A library of short, runnable proof-of-concept demos built specifically for pre-sales. Each dramatises a single capability — Claude generating a rule from a plain-English brief, triaging a synthetic log and proposing the historical fix, walking a planner through a forecast-variance investigation. Small enough to run live in a 45-minute conversation, concrete enough that a prospect can imagine them in their own environment. Sales doesn't have to translate engineering jargon into client language at runtime; the demos do that work in advance.
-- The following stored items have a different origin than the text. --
# ----------------------------------------------------------------------------- one process, no group
def test_without_launcher_env_everything_is_a_no_op():
    ctx = init_from_env(device="cpu", env={})
    assert (ctx.enabled, ctx.rank, ctx.world_size, ctx.is_main, ctx.device.type) == (False, 0, 1, True, "cpu")
    m = torch.nn.Linear(2, 2)
    assert wrap_model(m, ctx) is m and unwrap_model(m) is m
    assert reduce_metrics({"b": 2, "a": 1.5}, ctx) == {"a": 1.5, "b": 2.0}
    assert gather_objects({"x": 1}, ctx) == [{"x": 1}] and all_gather_objects(3, ctx) == [3]
    assert broadcast_object("ckpt", ctx) == "ckpt"
    t = torch.ones(2)
    assert reduce_metrics({}, ctx) == {}
    barrier(ctx)
    shutdown(ctx)
    assert not dist.is_initialized() and torch.equal(t, torch.ones(2))


def test_bad_launcher_environment_is_named():
    good = {"RANK": "0", "WORLD_SIZE": "2", "MASTER_ADDR": "127.0.0.1", "MASTER_PORT": "29511"}
    with pytest.raises(ValueError, match=r"WORLD_SIZE must be an int >= 1, got WORLD_SIZE='two'"):
        init_from_env(device="cpu", env={**good, "WORLD_SIZE": "two"})
    with pytest.raises(ValueError, match=r"RANK must be < WORLD_SIZE \(WORLD_SIZE=2\), got RANK=2"):
        init_from_env(device="cpu", env={**good, "RANK": "2"})
    with pytest.raises(ValueError, match=r"RANK must be an int >= 0, got RANK=None"):
        init_from_env(device="cpu", env={"WORLD_SIZE": "2"})
    with pytest.raises(ValueError, match=r"MASTER_ADDR must name rank 0's host .* got nothing"):
        init_from_env(device="cpu", env={k: v for k, v in good.items() if k != "MASTER_ADDR"})
    with pytest.raises(ValueError, match=r"MASTER_PORT must be an int >= 1, got MASTER_PORT=None"):
        init_from_env(device="cpu", env={k: v for k, v in good.items() if k != "MASTER_PORT"})
    with pytest.raises(TypeError, match=r"env must be a mapping of environment variables, got list"):
        init_from_env(device="cpu", env=[("RANK", "0")])
    with pytest.raises(ValueError, match=r"timeout_s must be a finite number > 0, got timeout_s=0.0"):
        init_from_env(device="cpu", timeout_s=0, env={})
    assert init_from_env(device="cpu", env={"BONFT_DIST_TIMEOUT_S": "7.5"}).timeout_s == 7.5
    assert init_from_env(device="cpu", env={}).timeout_s == 60.0
    with pytest.raises(ValueError, match=r"BONFT_DIST_TIMEOUT_S must be a number of seconds, got 'soon'"):
        init_from_env(device="cpu", env={"BONFT_DIST_TIMEOUT_S": "soon"})
    with pytest.raises(ValueError, match=r"BONFT_DIST_TIMEOUT_S must be > 0, got '-1'"):
        init_from_env(device="cpu", env={"BONFT_DIST_TIMEOUT_S": "-1"})
    with pytest.raises(ValueError, match=r"device must be one of \('auto', 'cpu', 'cuda'\), got 'tpu'"):
        init_from_env(device="tpu", env={})
    assert not dist.is_initialized()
4. Cross-functional alignment cadence

A standing rhythm between leadership, delivery, and sales that keeps the programme accountable to business outcomes rather than novelty. Each cycle: what shipped, what landed in delivery throughput, what landed in sales conversations, what the next bet is. Unglamorous, but it's why the work has compounded across quarters rather than peaking on a single demo day and decaying.

Results

| Metric | Before | After | Change | |---|---|---|---| | Routine task latency (rule gen, log triage, common troubleshooting) | high — senior-attention bound | low — AI-assisted, senior-reviewed | step-change | | Junior engineer unblock time on familiar errors | long — Slack-and-wait | short — DB-grounded fix proposal in seconds | materially faster | | Sales-conversation AI differentiation | none — generic AI talking-point | meaningful — runnable PoCs grounded in EPM scenarios | new pre-sales surface | | Operational cost on internal tooling | notable — repeated senior-led rework | reduced — pattern reuse via local DB | tangible saving |

Soft outcomes:

  • Knowledge stays in the practice, not in people. When a senior engineer solves a novel problem, the resolved conversation flows back into the local DB and becomes available to whoever hits the same shape next month — including engineers who weren't on the original engagement.
  • Delivery consistency improved across concurrent projects. Rule patterns and troubleshooting playbooks are reused rather than reinvented, which has tightened the variance in how the practice ships similar work across different clients.
  • The AI conversation in sales feels grounded rather than aspirational. The PoC demos let salespeople answer "what's your AI story?" with something runnable instead of a slide, which has changed the temperature of those conversations.

Learnings

What worked. Investing in memory before features. The instinct in most AI rollouts is to ship a chatbot first and worry about grounding later; we did it the other way round, and every downstream workflow was better for it. Pattern reuse compounds — each engagement adds to the DB, which makes the next engagement's AI assistance sharper. Treating sales as a first-class consumer also mattered: most internal AI programmes are built for delivery and "shown to sales" as an afterthought; building demos for sales from the start changed how the programme was perceived and gave it air-cover that pure internal tooling rarely gets.

What I'd do differently. Stand up the cross-functional cadence in week one, not month three. Early on I treated alignment as something to do once we had something to show; having leadership, delivery, and sales in the room from the start would have shortened the feedback loop and made the eventual rollout less of a surprise. The cadence isn't a reporting overhead, it's part of the product.

Skill developed. Recognising the difference between "AI that makes an individual faster" and "AI that makes a practice faster". They look similar from outside but compound very differently. Individual-scoped AI peaks at the productivity of whoever is using it that day; practice-scoped AI — grounded in shared memory and woven into cross-functional cadences — keeps getting better as the firm does more work. That distinction is now how I scope every AI engagement, internal or client-facing.